For the material below, return exactly the lines starting at the line containing "type: 'double precision'" and ending at the line containing "watch(upload.files, () =>", both ends included, and no others.
——
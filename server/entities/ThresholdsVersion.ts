import { Column, Entity, JoinColumn, ManyToOne, Unique, type Relation } from 'typeorm';
import type { Thresholds } from '../../shared/schemas/thresholds.js';
import { BaseRow } from './BaseRow.js';
import { Project } from './Project.js';
import { User } from './User.js';

/** Thresholds are never changed, only followed by a new version; the highest is in force. */
@Entity('thresholds_versions')
@Unique(['projectId', 'version'])
export class ThresholdsVersion extends BaseRow {
  @Column({ type: 'uuid' })
  projectId!: string;

  @ManyToOne(() => Project, { onDelete: 'CASCADE' })
  @JoinColumn({ name: 'project_id' })
  project!: Relation<Project>;

  @Column({ type: 'integer' })
  version!: number;

  @Column({ type: 'jsonb' })
  values!: Thresholds;

  @Column({ type: 'uuid', nullable: true })
  authorId!: string | null;

  @ManyToOne(() => User, { onDelete: 'SET NULL', nullable: true })
  @JoinColumn({ name: 'author_id' })
  author!: Relation<User> | null;

  @Column({ type: 'text' })
  reason!: string;
}
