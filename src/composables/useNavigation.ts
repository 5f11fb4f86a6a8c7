import { computed } from 'vue';
import { useSessionStore } from '@/stores/useSessionStore';
import { usePublicSettings } from './usePublicSettings';

/** The main menu's entries for whoever is signed in. */
export function useNavigation() {
  const session = useSessionStore();
  const { data: settings } = usePublicSettings();
  const items = computed(() => [
    { to: '/projects', label: 'Projects' },
    { to: '/review', label: 'Review' },
    ...(session.isAdmin
      ? [
          { to: '/admin/users', label: 'Users' },
          { to: '/admin/mail', label: 'Mail' },
        ]
      : []),
    ...(settings.value?.isDemo ? [{ to: '/demo/mail', label: 'Caught mail' }] : []),
  ]);
  return { items };
}
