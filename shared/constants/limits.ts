/** Upload limits: told to the user before, enforced while receiving. The server's configuration may lower them. */
export const uploadLimits = {
  maxFileBytes: 2 * 1024 ** 3,
  maxFilesPerBatch: 1000,
  maxFilesPerRequest: 20,
  maxChannels: 64,
} as const;
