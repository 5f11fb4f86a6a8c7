import { Column, Entity, Index } from 'typeorm';
import { BaseRow } from './BaseRow.js';

export type MailKind = 'batchScreened' | 'invitation' | 'passwordReset';
export type MailState = 'pending' | 'sending' | 'sent' | 'failed' | 'unknown';

/**
 * Outbox: written in the transaction of the event, sent by the worker. `dedupeKey` makes an event mail a person once.
 * A row found in `sending` after a crash becomes `unknown`: whether it left can't be decided by a machine.
 */
@Entity('mail_messages')
@Index(['state', 'nextAttemptAt'])
export class MailMessage extends BaseRow {
  @Index({ unique: true })
  @Column({ type: 'varchar', length: 200 })
  dedupeKey!: string;

  @Column({ type: 'varchar', length: 20 })
  kind!: MailKind;

  @Column({ type: 'varchar', length: 254 })
  recipient!: string;

  @Column({ type: 'varchar', length: 255 })
  subject!: string;

  @Column({ type: 'text' })
  text!: string;

  @Column({ type: 'text' })
  html!: string;

  /** Fixed Message-ID, so that a receiver can recognise a repetition. */
  @Column({ type: 'varchar', length: 200 })
  messageId!: string;

  @Column({ type: 'varchar', length: 10, default: 'pending' })
  state!: MailState;

  @Column({ type: 'integer', default: 0 })
  attempts!: number;

  @Column({ type: 'timestamptz', default: () => 'now()' })
  nextAttemptAt!: Date;

  @Column({ type: 'timestamptz', nullable: true })
  sentAt!: Date | null;

  @Column({ type: 'text', nullable: true })
  lastError!: string | null;
}
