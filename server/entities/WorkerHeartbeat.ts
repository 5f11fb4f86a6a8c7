import { Column, Entity, PrimaryColumn } from 'typeorm';

/** A live worker writes its time here every few seconds; readiness and the queue page read it. */
@Entity('worker_heartbeats')
export class WorkerHeartbeat {
  @PrimaryColumn({ type: 'varchar', length: 120 })
  workerId!: string;

  @Column({ type: 'timestamptz' })
  seenAt!: Date;

  @Column({ type: 'timestamptz' })
  startedAt!: Date;
}
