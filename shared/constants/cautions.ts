/** Shown on the capture page, in e-mails and in records. */
export const cautionText =
  'Screening is an aid. A recording cannot prove the absence of aliasing by itself. Decisions about the safety of people or plant rest with the responsible engineer and with the applicable standards and local rules.';
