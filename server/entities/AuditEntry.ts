import { Column, Entity, Index } from 'typeorm';
import { BaseRow } from './BaseRow.js';

/** Who did what when. Only ever added to; ids are plain, so that entries outlive what they speak of. */
@Entity('audit_entries')
@Index(['entityType', 'entityId', 'createdAt'])
@Index(['projectId', 'createdAt'])
export class AuditEntry extends BaseRow {
  @Column({ type: 'uuid', nullable: true })
  actorId!: string | null;

  @Column({ type: 'varchar', length: 120, nullable: true })
  actorName!: string | null;

  @Column({ type: 'uuid', nullable: true })
  projectId!: string | null;

  @Column({ type: 'varchar', length: 20 })
  entityType!: 'user' | 'project' | 'batch' | 'capture' | 'session' | 'mail';

  @Column({ type: 'uuid', nullable: true })
  entityId!: string | null;

  /** Verb in the past: `uploaded`, `decided`, `screened` … */
  @Column({ type: 'varchar', length: 40 })
  action!: string;

  @Column({ type: 'text' })
  text!: string;

  @Column({ type: 'jsonb', default: {} })
  details!: Record<string, unknown>;
}
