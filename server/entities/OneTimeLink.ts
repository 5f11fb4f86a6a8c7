import { Column, Entity, Index, JoinColumn, ManyToOne, type Relation } from 'typeorm';
import { BaseRow } from './BaseRow.js';
import { User } from './User.js';

export type OneTimeLinkKind = 'invitation' | 'passwordReset';

/** A link in an e-mail that buys one password. Only the hash of its token is kept. */
@Entity('one_time_links')
export class OneTimeLink extends BaseRow {
  @Index()
  @Column({ type: 'uuid' })
  userId!: string;

  @ManyToOne(() => User, { onDelete: 'CASCADE' })
  @JoinColumn({ name: 'user_id' })
  user!: Relation<User>;

  @Column({ type: 'varchar', length: 20 })
  kind!: OneTimeLinkKind;

  @Index({ unique: true })
  @Column({ type: 'char', length: 64 })
  tokenHash!: string;

  @Column({ type: 'timestamptz' })
  expiresAt!: Date;

  @Column({ type: 'timestamptz', nullable: true })
  usedAt!: Date | null;
}
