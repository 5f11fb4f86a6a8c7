import { Column, Entity, JoinColumn, ManyToOne, Unique, type Relation } from 'typeorm';
import { BaseRow } from './BaseRow.js';
import { ChannelResult } from './ChannelResult.js';

export type SpectrumKind = 'survey' | 'fine';

/** One-sided densities from 0 Hz to the folding frequency as little-endian float32, linear. */
@Entity('spectra')
@Unique(['channelResultId', 'kind'])
export class Spectrum extends BaseRow {
  @Column({ type: 'uuid' })
  channelResultId!: string;

  @ManyToOne(() => ChannelResult, { onDelete: 'CASCADE' })
  @JoinColumn({ name: 'channel_result_id' })
  channelResult!: Relation<ChannelResult>;

  @Column({ type: 'varchar', length: 8 })
  kind!: SpectrumKind;

  @Column({ type: 'double precision' })
  resolutionHz!: number;

  @Column({ type: 'integer' })
  segments!: number;

  @Column({ type: 'bytea' })
  densityMean!: Buffer;

  @Column({ type: 'bytea', nullable: true })
  densityMedian!: Buffer | null;
}
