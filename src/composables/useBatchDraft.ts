import type { AcquisitionSheet } from '@shared/schemas/acquisitionSheet.js';
import { ref, watch } from 'vue';
import { batchesApi } from '@/api/batchesApi';
import { errorText } from '@/utils/errorText';
import { useBatchUpload, type UploadFile } from './useBatchUpload';

interface Limits {
  maxFileBytes: number;
  maxFilesPerRequest: number;
}

/** A batch from its name to its last file: made once, then filled, and closed when everything is there. */
export function useBatchDraft(projectId: string) {
  const upload = useBatchUpload();
  const name = ref('');
  const acquisition = ref<AcquisitionSheet>({});
  const batchId = ref<string | null>(null);
  const problem = ref('');
  const unmatched = ref<string[]>([]);
  const tick = ref(0);
  let fromManifest: Record<string, AcquisitionSheet> = {};
  watch(upload.files, () => (tick.value += 1));

  const sheetFor = ({ path }: UploadFile): AcquisitionSheet | undefined =>
    fromManifest[path] ?? fromManifest[path.split('/').at(-1) ?? ''];

  /** Sheets of a manifest go to the files they name, also to those added later. */
  function applyManifest(byFile?: Record<string, AcquisitionSheet>): void {
    if (byFile) fromManifest = byFile;
    const used = new Set<AcquisitionSheet>();
    for (const entry of upload.files.value) {
      const sheet = sheetFor(entry);
      if (!sheet) continue;
      used.add(sheet);
      if (Object.keys(entry.acquisition).length === 0) entry.acquisition = sheet;
    }
    unmatched.value = Object.entries(fromManifest).flatMap(([file, sheet]) => (used.has(sheet) ? [] : [file]));
    upload.changed();
  }

  /**
   * Sends what is to be sent and closes the batch. Nothing is closed while a file is still being looked at or waits, nor in
   * the same step in which the server refused one: its reason must be seen first.
   * @returns the batch's id when it is closed; null when something is left
   */
  async function submit(limits: Limits): Promise<string | null> {
    problem.value = '';
    try {
      batchId.value ??= (
        await batchesApi.create(projectId, { name: name.value.trim(), acquisition: acquisition.value })
      ).id;
      const refusalsBefore = upload.serverRefusals.value;
      const isAllSent = await upload.send(batchId.value, limits);
      const refusals = upload.serverRefusals.value - refusalsBefore;
      if (refusals > 0) {
        problem.value = `The server refused ${refusals} of the files; the list says why. Send them again, or finish the batch without them.`;
      }
      const isLeft = upload.openCount.value > 0 || upload.readingCount.value > 0 || refusals > 0;
      if (!isAllSent || isLeft || upload.receivedCount.value === 0) return null;
      await batchesApi.complete(batchId.value);
      return batchId.value;
    } catch (error) {
      problem.value = errorText(error);
      return null;
    }
  }

  return {
    ...upload,
    name,
    acquisition,
    batchId,
    sendProblem: upload.problem,
    problem,
    unmatched,
    tick,
    applyManifest,
    submit,
  };
}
——
Output>
  @Column({ type: 'double precision' })
  resolutionHz!: number;

  @Column({ type: 'integer' })
  segments!: number;

  @Column({ type: 'bytea' })
  densityMean!: Buffer;

  @Column({ type: 'bytea', nullable: true })
  densityMedian!: Buffer | null;
}
filename src/composables/useBatchDraft.ts
import type { AcquisitionSheet } from '@shared/schemas/acquisitionSheet.js';
import { ref, watch } from 'vue';
import { batchesApi } from '@/api/batchesApi';
import { errorText } from '@/utils/errorText';
import { useBatchUpload, type UploadFile } from './useBatchUpload';

interface Limits {
  maxFileBytes: number;
  maxFilesPerRequest: number;
}

/** A batch from its name to its last file: made once, then filled, and closed when everything is there. */
export function useBatchDraft(projectId: string) {
  const upload = useBatchUpload();
  const name = ref('');
  const acquisition = ref<AcquisitionSheet>({});
  const batchId = ref<string | null>(null);
  const problem = ref('');
  const unmatched = ref<string[]>([]);
  const tick = ref(0);
  let fromManifest: Record<string, AcquisitionSheet> = {};
  watch(upload.files, () => (tick.value += 1));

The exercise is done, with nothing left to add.